▶ Work item: Go over the records and count each line that has the string "other". Give the number and nothing else.

▶ Working data:
=======
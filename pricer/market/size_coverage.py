"""Whether a trade's amounts have the size of the market's: pence are not pounds, and shares may have been split."""

from __future__ import annotations

from collections.abc import Iterator

import numpy as np

from pricer.contracts.book import Trade
from pricer.contracts.life_cycle import AsOf
from pricer.contracts.option import Conversion, EuropeanOption
from pricer.core.issues import Issue
from pricer.market.findings import Locate, warning
from pricer.market.market import Market

#: Amounts that differ from the market's by more than this factor are reported.
PLAUSIBLE_FACTOR = 5.0
PENCE = "Pence against pounds, or a split?"


def size_coverage(trade: Trade, state: AsOf | None, market: Market, place: Locate) -> Iterator[Issue]:
    """Warnings about initial fixings far from spot, or of a price option's strike far from its forward level.

    ``state`` is None for a European option still to expire. Levels of contracts: :mod:`pricer.market.level_coverage`.
    """
    contract = trade.contract
    if contract.on_performance:
        yield from _fixings(trade, state, market, place)
    elif isinstance(contract, EuropeanOption):
        yield from _strike(trade, contract, market, place)


def _fixings(trade: Trade, state: AsOf | None, market: Market, place: Locate) -> Iterator[Issue]:
    contract = trade.contract
    references = contract.reference_levels if isinstance(contract, EuropeanOption) else _references(state)
    for name, fixing in zip(contract.underlyings, references, strict=False):
        try:
            spot = market.spot_in(name, trade.currency, contract.conversion)
        except LookupError:  # what is missing is told elsewhere
            continue
        if differ(fixing, spot):
            yield warning(
                place(f"initial_fixing:{name}") or place(f"underlying:{name}"),
                "fixing-far-from-spot",
                f'initial fixing {fixing:g} of underlying "{name}", whose spot is {spot:g}',
                f"a fixing within a factor of {PLAUSIBLE_FACTOR:g} of the spot",
                f"{PENCE} Check both; they are used as given.",
            )


def _references(state: AsOf | None) -> tuple[float, ...]:
    """Those of a contract, as they stand; none while they are being set."""
    found = None if state is None else state.references
    return () if found is None else tuple(found.tolist())


def _strike(trade: Trade, contract: EuropeanOption, market: Market, place: Locate) -> Iterator[Issue]:
    strike = contract.profile.strike
    # A spread's level may be small beside its strike by nature, and so may any level with negative weights.
    if strike == 0.0 or min(contract.aggregate.weights) < 0.0:
        return
    try:
        forwards = np.array([_forward(name, trade, market) for name in contract.underlyings])
    except (LookupError, ValueError):  # what is missing is told elsewhere
        return
    level = float(contract.aggregate(forwards))
    if differ(strike, level):
        yield warning(
            place("strike") or place("trade_id"),
            "strike-far-from-forward",
            f"strike {strike:g}, where the aggregate of the forwards is {level:g}",
            f"a strike within a factor of {PLAUSIBLE_FACTOR:g} of the aggregate at forwards",
            f"{PENCE} Check the strike, the weights and the spots; they are used as given.",
        )


def _forward(name: str, trade: Trade, market: Market) -> float:
    expiry = trade.contract.expiry_date
    forward = market.forward(name, expiry)
    if trade.contract.conversion is Conversion.COMPOSITE:
        forward *= market.fx_forward(market.underlyings[name].currency, trade.currency, expiry)
    return forward


def differ(a: float, b: float) -> bool:
    """Whether one is more than the plausible factor times the other."""
    return max(a, b) > PLAUSIBLE_FACTOR * min(a, b)
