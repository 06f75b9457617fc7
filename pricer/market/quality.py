"""Gates over the market as a whole: implausible or inconsistent data, used but reported."""

from __future__ import annotations

from collections.abc import Iterable, Iterator, Mapping
from dataclasses import dataclass
from datetime import date

from pricer.core.issues import Issue, Severity
from pricer.market.agreements import Agreement
from pricer.market.correlation import Repair
from pricer.market.credit import HazardCurve
from pricer.market.curve_quality import curve_gates, repo_gates
from pricer.market.curves import DiscountCurve
from pricer.market.dividend_quality import dividend_gates, weekend_ex_dates
from pricer.market.findings import Locate, nowhere, percent, warning
from pricer.market.fixing_quality import fixing_gates
from pricer.market.fx_quality import rate_gates, volatility_triangles
from pricer.market.level_quality import level_gates
from pricer.market.local_vol_check import local_vol_gates
from pricer.market.market import Market
from pricer.market.surface_quality import surface_gates
from pricer.market.underlying import Underlying
from pricer.market.volatility_quality import fx_volatility_gates, volatility_gates, weekend_expiries

#: Continuous dividend yields, which may hold a repo margin, outside this range are reported.
PLAUSIBLE_YIELDS = (-0.05, 0.25)
#: Hazard rates above this are reported.
PLAUSIBLE_HAZARD_RATE = 0.50


@dataclass(frozen=True, slots=True)
class Review:
    """What the gates say about a market.

    ``refused`` : issues of exchange rates that must not be used, by pair; ``doubts`` : warnings about what is used
    though it is implausible. Both as in :class:`~pricer.market.market.Market`.
    """

    issues: tuple[Issue, ...]
    refused: Mapping[str, tuple[Issue, ...]]
    doubts: Mapping[str, tuple[Issue, ...]]


def gates(market: Market, repair: Repair | None = None, place: Locate = nowhere) -> tuple[Issue, ...]:
    """The issues of :func:`review`."""
    return review(market, repair, place).issues


def review(market: Market, repair: Repair | None = None, place: Locate = nowhere) -> Review:
    """Warnings about ``market``, and about the ``repair`` its correlation matrix took; errors of what cannot be used.

    ``place`` gives the cell of "valuation_date", "spot:UNDERLYING", "dividend_yield:UNDERLYING", "credit:NAME",
    "agreements:NETTING_SET", "correlation:A:B", and of what the modules of the gates name; or None.
    """
    found = _Found()
    found.add(_weekend(market.valuation_date, place))
    if repair is not None:
        found.add([_repair(repair, place)])
    sound: dict[str, DiscountCurve] = {}
    for (currency, collateral), curve in market.curves.items():
        told = list(curve_gates(curve, place))
        found.add(told)
        if not told and not collateral:
            sound[currency] = curve
    for name, repo in market.repo.items():
        found.add(repo_gates(name, repo, sound.get(repo.mid.currency), place), f"repo:{name}")
    for name, underlying in market.underlyings.items():
        found.add(_dividend_yield(underlying, place), name)
        found.add(dividend_gates(underlying, market, place), name)
        found.add(weekend_ex_dates(underlying, market, place))
        found.add(volatility_gates(name, market, place), name)
        found.add(weekend_expiries(name, market, place))
    for surface in market.surfaces.values():
        found.add(surface_gates(surface, place))
        found.add(local_vol_gates(surface, place))
    for credit in market.credit.values():
        found.add(_hazard_rates(credit, place))
    for agreement in market.agreements.values():
        found.add(_agreement_currency(agreement, market, place))
    for pairs, issue in rate_gates(market.fx, place):
        names = ["".join(pair) for pair in pairs]
        if issue.severity is Severity.WARNING:
            found.add([issue], *(f"fx:{name}" for name in names))
        else:
            found.refuse(issue, names)
    for pair in market.fx.volatilities:
        found.add(fx_volatility_gates(pair, market, place), f"fx_volatilities:{pair[0]}{pair[1]}")
    found.add(volatility_triangles(market, place))
    for item, issue in level_gates(market, found.refused, place):
        found.add([issue], item)
    for issue, fixing in fixing_gates(market, place):
        found.add([issue], *filter(None, (fixing,)))
    return found.review()


class _Found:
    """Issues in order, and by the items that they put in doubt or keep from being used."""

    def __init__(self) -> None:
        self._issues: list[Issue] = []
        self.refused: dict[str, tuple[Issue, ...]] = {}
        self._doubts: dict[str, tuple[Issue, ...]] = {}

    def add(self, issues: Iterable[Issue], *items: str) -> None:
        """Remember issues; the warnings among them put ``items`` in doubt."""
        for issue in issues:
            self._issues.append(issue)
            if issue.severity is Severity.WARNING:
                for item in items:
                    self._doubts[item] = (*self._doubts.get(item, ()), issue)

    def refuse(self, issue: Issue, pairs: Iterable[str]) -> None:
        """Remember an issue that keeps exchange rates from being used."""
        self._issues.append(issue)
        for pair in pairs:
            self.refused[pair] = (*self.refused.get(pair, ()), issue)

    def review(self) -> Review:
        return Review(tuple(self._issues), self.refused, self._doubts)


def _weekend(day: date, place: Locate) -> Iterator[Issue]:
    if day.weekday() >= 5:
        yield warning(
            place("valuation_date"),
            "weekend-valuation",
            f"the valuation date {day}, a {'Saturday' if day.weekday() == 5 else 'Sunday'}",
            "a day on which markets close",
            "Check the date; the book is valued to it as given.",
        )


def _repair(repair: Repair, place: Locate) -> Issue:
    a, b = repair.pair
    return warning(
        place(f"correlation:{a}:{b}") or place(f"correlation:{b}:{a}"),
        "correlation-repaired",
        f"correlations that contradict each other (smallest eigenvalue {repair.smallest_eigenvalue:.3g})",
        "a positive semi-definite matrix",
        f"The nearest correlation matrix is used instead, at distance {repair.distance:.3g}; its largest change is "
        f"{a} / {b} from {repair.before:.6f} to {repair.after:.6f}. Review the correlations of this pair.",
    )


def _dividend_yield(underlying: Underlying, place: Locate) -> Iterator[Issue]:
    (low, high), rate = PLAUSIBLE_YIELDS, underlying.dividends.yield_rate
    if not low <= rate <= high:
        yield warning(
            place(f"dividend_yield:{underlying.underlying_id}"),
            "implausible-dividend-yield",
            f"a dividend yield of {percent(rate, 1)} for {underlying.underlying_id}",
            f"dividend yields between {percent(low)} and {percent(high)}",
            "Check the unit: 2.1 % is entered as 0.021. The yield is used as given.",
        )


def _hazard_rates(credit: HazardCurve, place: Locate) -> Iterator[Issue]:
    rate, day = max(zip(credit.hazard_rates, credit.dates, strict=True))
    if rate > PLAUSIBLE_HAZARD_RATE:
        yield warning(
            place(f"credit:{credit.name}"),
            "implausible-hazard-rate",
            f"a hazard rate of {percent(rate, 1)} a year to {day} for {credit.name}",
            f"hazard rates up to {percent(PLAUSIBLE_HAZARD_RATE)}",
            "Check the unit: a spread of 120 basis points is entered as 0.012. The rates are used as given.",
        )


def _agreement_currency(agreement: Agreement, market: Market, place: Locate) -> Iterator[Issue]:
    # A curve that was given but refused may be the one: its own issue says enough.
    refused = any((i.sheet or "").casefold().startswith("curve") for own in market.rejected.values() for i in own)
    if (agreement.currency, "") not in market.curves and not refused:
        yield warning(
            place(f"agreements:{agreement.netting_set}"),
            "agreement-without-curve",
            f"currency {agreement.currency} of the agreement of netting set {agreement.netting_set}, which has no "
            "standard discount curve",
            f"a curve of {agreement.currency} with empty collateral, over which collateral earns its spread",
            "Correct the currency, or add its curve to the curves table. No value in this report depends on it; "
            "valuation adjustments will.",
        )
=======
▶ Task output: 2